Although the days of the soft loan from a state bank are largely past, there are plenty of other ways to channel money to SOEs. The state’s Vietnam Development Bank (subsidized by aid from foreign governments) and its Social Insurance Fund (expected to become the biggest investor in the country by 2015) seem to act as unaccountable slush funds for the benefit of the state sector. Clearly SOEs have a significant, if not necessarily bright, future ahead.
The Vietnamese Communist leadership wants to run the country along the lines of Gaullism in France — where the commanding heights of the public and private sectors are coordinated by an elite trained in such institutions as the École Nationale d’Administration. Under "Vietnamese Gaullism," a behind-the-scenes elite (the party) is supposed to set the overall direction of policy and then delegate its implementation to the state (which is controlled by the party). The government then draws up the laws and uses whatever resources are available to it — the state bureaucracy, SOEs, the private sector, foreign investors, international donors, etc. — to see the policy executed. Behind the scenes, the party monitors, corrals, and presses the various actors to make sure that its policy is followed. That, at least, is what the party would like to have happen. The reality is usually something quite different.
With easy money around, it’s not hard to bribe patrons, officials, and regulators to turn a blind eye to breaches of the law. The party members in charge of the SOE tail end up wagging the party policy dog. But this isn’t the whole story. What is remarkable about Vietnam is the way, at moments of crisis, the Communist Party can discipline its errant members and bring the economy back under central control. But how much longer can it do so?
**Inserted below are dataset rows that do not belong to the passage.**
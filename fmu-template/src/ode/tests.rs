//! Unit tests of the integrators against analytic solutions (common practice: exact solutions of
//! linear and piecewise-polynomial problems, no external reference needed).

use super::*;

/// x' = −k x, x(t) = x0 e^{−k t}.
struct Decay {
    k: f64,
}

impl HybridSystem for Decay {
    fn dim(&self) -> usize {
        1
    }
    fn derivatives(&self, _t: f64, x: &[f64], dx: &mut [f64]) {
        dx[0] = -self.k * x[0];
    }
}

/// x'' = −ω² x written as (x, v); energy E = (ω² x² + v²)/2 is conserved.
struct Oscillator {
    omega: f64,
}

impl HybridSystem for Oscillator {
    fn dim(&self) -> usize {
        2
    }
    fn derivatives(&self, _t: f64, x: &[f64], dx: &mut [f64]) {
        dx[0] = x[1];
        dx[1] = -self.omega * self.omega * x[0];
    }
}

/// x' = 1 with one guard x − level; records the firing times and their guard indices.
struct Ramp {
    level: f64,
    fired: Vec<(f64, usize)>,
    /// Value the state is reset to at each firing (None: no reset, the guard disarms itself).
    reset_to: Option<f64>,
}

impl HybridSystem for Ramp {
    fn dim(&self) -> usize {
        1
    }
    fn derivatives(&self, _t: f64, _x: &[f64], dx: &mut [f64]) {
        dx[0] = 1.0;
    }
    fn guard_count(&self) -> usize {
        1
    }
    fn guards(&self, _t: f64, x: &[f64], g: &mut [f64]) {
        g[0] = x[0] - self.level;
    }
    fn on_guard(&mut self, t: f64, x: &mut [f64], index: usize) {
        self.fired.push((t, index));
        if let Some(r) = self.reset_to {
            x[0] = r;
        }
    }
}

/// Ball falling under gravity `g` onto the floor at height 0, bouncing with restitution `e`.
/// State (height, velocity). Guard: −height (fires when the ball reaches the floor while falling).
struct Ball {
    gravity: f64,
    restitution: f64,
    impacts: Vec<f64>,
}

impl HybridSystem for Ball {
    fn dim(&self) -> usize {
        2
    }
    fn derivatives(&self, _t: f64, x: &[f64], dx: &mut [f64]) {
        dx[0] = x[1];
        dx[1] = -self.gravity;
    }
    fn guard_count(&self) -> usize {
        1
    }
    fn guards(&self, _t: f64, x: &[f64], g: &mut [f64]) {
        g[0] = -x[0];
    }
    fn on_guard(&mut self, t: f64, x: &mut [f64], _index: usize) {
        self.impacts.push(t);
        x[1] *= -self.restitution;
    }
}

/// x' = −x + u with the input u switched by breakpoints: u = 1 before the first breakpoint,
/// then 0. `settle_calls` counts calls of settle_modes.
struct Switched {
    input: f64,
    settle_calls: Vec<f64>,
}

impl HybridSystem for Switched {
    fn dim(&self) -> usize {
        1
    }
    fn derivatives(&self, _t: f64, x: &[f64], dx: &mut [f64]) {
        dx[0] = -x[0] + self.input;
    }
    fn on_breakpoint(&mut self, _t: f64, _x: &mut [f64]) {
        self.input = 0.0;
    }
    fn settle_modes(&mut self, t: f64, _x: &mut [f64]) {
        self.settle_calls.push(t);
    }
}

/// Analytic solution of [`Switched`] from x(0) = 0 with the switch at `t_switch`.
fn switched_exact(t: f64, t_switch: f64) -> f64 {
    if t < t_switch {
        1.0 - (-t).exp()
    } else {
        (1.0 - (-t_switch).exp()) * (-(t - t_switch)).exp()
    }
}

fn all_methods(tight: bool) -> Vec<Method> {
    let (rtol, atol) = if tight { (1e-10, 1e-12) } else { (1e-6, 1e-9) };
    vec![
        Method::Rk4 { step_s: 1e-3 },
        Method::DormandPrince {
            rtol,
            atol,
            max_step_s: 0.1,
        },
        Method::TrBdf2 {
            rtol,
            atol,
            max_step_s: 0.1,
        },
    ]
}

fn decay_error(method: &Method, k: f64, t_end: f64) -> f64 {
    let mut sys = Decay { k };
    let mut x = [1.0];
    integrate(
        &mut sys,
        &mut x,
        0.0,
        t_end,
        t_end,
        &[],
        method,
        |_, _, _| {},
    )
    .unwrap();
    (x[0] - (-k * t_end).exp()).abs()
}

#[test]
fn rk4_decay_converges_with_order_four() {
    // x' = −2x on [0, 1]: global error of RK4 scales as h⁴ (analytic e^{−2t}).
    let coarse = decay_error(&Method::Rk4 { step_s: 0.02 }, 2.0, 1.0);
    let fine = decay_error(&Method::Rk4 { step_s: 0.01 }, 2.0, 1.0);
    let order = (coarse / fine).log2();
    assert!((order - 4.0).abs() < 0.05, "measured order {order}");
    // leading global error t·k⁵h⁴/120·e^{−kt} ≈ 3.6e-10 at h = 0.01 (analytic)
    assert!(fine < 5e-10, "error at h = 0.01: {fine:e}");
}

#[test]
fn rk4_oscillator_energy_drift_is_bounded() {
    // ω = 2π, 100 periods with 100 steps per period. On this linear system one RK4 step
    // multiplies ω·x + i·v by the stability polynomial R(iy), y = ωh,
    // R(z) = 1 + z + z²/2 + z³/6 + z⁴/24 (Hairer, Nørsett & Wanner, Solving ODEs I, §IV.2),
    // so E_N = |R(iy)|^{2N} E_0 exactly: the drift is bounded and predicted analytically.
    let omega = 2.0 * std::f64::consts::PI;
    let h = 0.01;
    let mut sys = Oscillator { omega };
    let mut x = [1.0, 0.0];
    let energy = |x: &[f64]| 0.5 * (omega * omega * x[0] * x[0] + x[1] * x[1]);
    let e0 = energy(&x);
    integrate(
        &mut sys,
        &mut x,
        0.0,
        100.0,
        1.0,
        &[],
        &Method::Rk4 { step_s: h },
        |_, _, _| {},
    )
    .unwrap();
    let drift = (e0 - energy(&x)) / e0;
    let y: f64 = omega * h;
    let (re, im) = (1.0 - y * y / 2.0 + y.powi(4) / 24.0, y - y.powi(3) / 6.0);
    let predicted = 1.0 - (re * re + im * im).powi(10_000);
    assert!(
        (drift - predicted).abs() < 1e-3 * predicted,
        "drift {drift:e}, predicted {predicted:e}"
    );
    assert!(drift < 1e-5, "energy drift {drift:e} over 100 periods");
    // Phase: after 100 whole periods x returns to 1 (phase error ~ (ωh)⁴/120 per step).
    assert!((x[0] - 1.0).abs() < 1e-4, "x(100) = {}", x[0]);
}

#[test]
fn observations_at_t0_every_sample_and_t_end() {
    let mut sys = Decay { k: 1.0 };
    let mut x = [1.0];
    let mut times = Vec::new();
    integrate(
        &mut sys,
        &mut x,
        0.5,
        1.23,
        0.1,
        &[],
        &Method::Rk4 { step_s: 0.03 },
        |t, _, _| times.push(t),
    )
    .unwrap();
    assert_eq!(times.len(), 9, "{times:?}");
    for (k, &t) in times.iter().take(8).enumerate() {
        assert!((t - (0.5 + 0.1 * k as f64)).abs() < 1e-14, "{times:?}");
    }
    assert_eq!(times[8].to_bits(), 1.23f64.to_bits());
    // t_end == t0: one observation only.
    let mut count = 0;
    integrate(
        &mut sys,
        &mut x,
        2.0,
        2.0,
        0.1,
        &[],
        &Method::Rk4 { step_s: 0.03 },
        |_, _, _| count += 1,
    )
    .unwrap();
    assert_eq!(count, 1);
}

#[test]
fn guard_on_ramp_fires_at_analytic_time_for_every_method() {
    // x' = 1 from x(0) = 0, guard x − 0.3: crossing at t = 0.3 exactly (analytic).
    for method in all_methods(false) {
        let mut sys = Ramp {
            level: 0.3,
            fired: vec![],
            reset_to: None,
        };
        let mut x = [0.0];
        let stats =
            integrate(&mut sys, &mut x, 0.0, 1.0, 0.07, &[], &method, |_, _, _| {}).unwrap();
        assert_eq!(sys.fired.len(), 1, "{method:?}: {:?}", sys.fired);
        let (t, k) = sys.fired[0];
        assert_eq!(k, 0);
        assert!((t - 0.3).abs() < 1e-10, "{method:?}: fired at {t}");
        assert_eq!(stats.guard_events, 1);
        assert!((x[0] - 1.0).abs() < 1e-9, "{method:?}: x(1) = {}", x[0]);
    }
}

#[test]
fn bouncing_ball_impacts_at_analytic_times() {
    // h0 = 1 m, g = 9.81 m/s², e = 0.8: first impact at t1 = sqrt(2 h0 / g) with speed g t1,
    // the next ones after flights of 2 e^k g t1 / g = 2 e^k t1 (analytic, ballistic flight).
    let (h0, g, e): (f64, f64, f64) = (1.0, 9.81, 0.8);
    let t1 = (2.0 * h0 / g).sqrt();
    let mut expected = vec![t1];
    let mut flight = 2.0 * e * t1;
    for _ in 0..3 {
        expected.push(expected.last().unwrap() + flight);
        flight *= e;
    }
    for method in all_methods(true) {
        let mut sys = Ball {
            gravity: g,
            restitution: e,
            impacts: vec![],
        };
        let mut x = [h0, 0.0];
        integrate(&mut sys, &mut x, 0.0, 3.0, 0.01, &[], &method, |_, _, _| {}).unwrap();
        assert!(sys.impacts.len() >= 4, "{method:?}: {:?}", sys.impacts);
        // TR-BDF2 is second order, so at rtol 1e-10 its positions carry ~1e-10-level errors
        // that shift later impacts slightly; RK4 and DP5 integrate a parabola exactly.
        let tol = if matches!(method, Method::TrBdf2 { .. }) {
            1e-7
        } else {
            1e-10
        };
        for (i, (&got, &want)) in sys.impacts.iter().zip(&expected).enumerate() {
            assert!(
                (got - want).abs() < tol,
                "{method:?}: impact {i} at {got}, expected {want}"
            );
        }
    }
}

#[test]
fn breakpoint_is_hit_exactly_and_samples_are_right_continuous() {
    // x' = −x + u, u: 1 → 0 at t = 0.25 (analytic piecewise exponential). The sample at
    // 0.25 must see the new input (right-continuous).
    for method in all_methods(true) {
        let mut sys = Switched {
            input: 1.0,
            settle_calls: vec![],
        };
        let mut x = [0.0];
        let mut worst: f64 = 0.0;
        let mut input_at_quarter = None;
        let stats = integrate(
            &mut sys,
            &mut x,
            0.0,
            1.0,
            0.05,
            &[0.25, 7.0, -1.0],
            &method,
            |t, x, s| {
                worst = worst.max((x[0] - switched_exact(t, 0.25)).abs());
                if (t - 0.25).abs() < 1e-12 {
                    input_at_quarter = Some(s.input);
                }
            },
        )
        .unwrap();
        assert_eq!(stats.breakpoints, 1);
        assert_eq!(input_at_quarter, Some(0.0), "{method:?}");
        assert_eq!(sys.settle_calls, vec![0.0, 0.25], "{method:?}");
        let tol = match method {
            Method::Rk4 { .. } => 1e-12,
            _ => 1e-8,
        };
        assert!(worst < tol, "{method:?}: worst sample error {worst:e}");
    }
}

#[test]
fn bad_settings_are_rejected_by_name() {
    let rk4 = Method::Rk4 { step_s: 0.01 };
    let name_of = |r: Result<Stats, OdeError>| match r {
        Err(OdeError::BadSetting { name, .. }) => name,
        other => panic!("expected BadSetting, got {other:?}"),
    };
    let mut sys = Decay { k: 1.0 };
    let mut run = |t0: f64, t_end: f64, sample: f64, bps: &[f64], m: &Method| {
        let mut x = [1.0];
        name_of(integrate(
            &mut sys,
            &mut x,
            t0,
            t_end,
            sample,
            bps,
            m,
            |_, _, _| {},
        ))
    };
    assert_eq!(
        run(0.0, 1.0, 0.1, &[], &Method::Rk4 { step_s: 0.0 }),
        "step_s"
    );
    assert_eq!(
        run(0.0, 1.0, 0.1, &[], &Method::Rk4 { step_s: f64::NAN }),
        "step_s"
    );
    assert_eq!(run(1.0, 0.0, 0.1, &[], &rk4), "t_end_s");
    assert_eq!(run(f64::INFINITY, 1.0, 0.1, &[], &rk4), "t0_s");
    assert_eq!(run(0.0, 1.0, -0.1, &[], &rk4), "sample_step_s");
    assert_eq!(run(0.0, 1.0, 0.1, &[f64::NAN], &rk4), "breakpoints_s");
    let dp = |rtol, atol, max_step_s| Method::DormandPrince {
        rtol,
        atol,
        max_step_s,
    };
    let tb = |rtol, atol, max_step_s| Method::TrBdf2 {
        rtol,
        atol,
        max_step_s,
    };
    assert_eq!(run(0.0, 1.0, 0.1, &[], &dp(0.0, 1e-6, 0.1)), "rtol");
    assert_eq!(run(0.0, 1.0, 0.1, &[], &tb(1e-6, -1.0, 0.1)), "atol");
    assert_eq!(
        run(0.0, 1.0, 0.1, &[], &tb(1e-6, 1e-6, f64::INFINITY)),
        "max_step_s"
    );
}

#[test]
fn chattering_guard_is_detected() {
    // On each firing the state is put back 1e-14 below the guard level, so the guard re-fires
    // ~1e-14 s later, forever: time does not advance.
    for method in all_methods(false) {
        let mut sys = Ramp {
            level: 0.5,
            fired: vec![],
            reset_to: Some(0.5 - 1e-14),
        };
        let mut x = [0.0];
        let r = integrate(&mut sys, &mut x, 0.0, 1.0, 0.1, &[], &method, |_, _, _| {});
        match r {
            Err(OdeError::Chattering { t_s, guard, count }) => {
                assert_eq!(guard, 0);
                assert!(count > MAX_CHATTER_EVENTS);
                assert!((t_s - 0.5).abs() < 1e-9, "{method:?}: t = {t_s}");
            }
            other => panic!("{method:?}: expected Chattering, got {other:?}"),
        }
    }
}

/// x' = x², x(0) = 1: x = 1/(1 − t) blows up at t = 1.
struct BlowUp;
Until recently, Vietnam had shared the benefits of growth more equitably than any of its neighbors. The party’s socialist orientation still meant something. But in the future, redistribution will mean taking wealth away from the party’s biggest supporters. Does the party leadership have the ability to stand up to its newly rich citizens and demand they hand over part of their wealth through taxation to benefit poorer people in faraway provinces? Do the convictions this week signal that the corrupt networks of party, power, and privilege have already gotten out of control? If so, Vietnam’s new money could collapse under its own weight.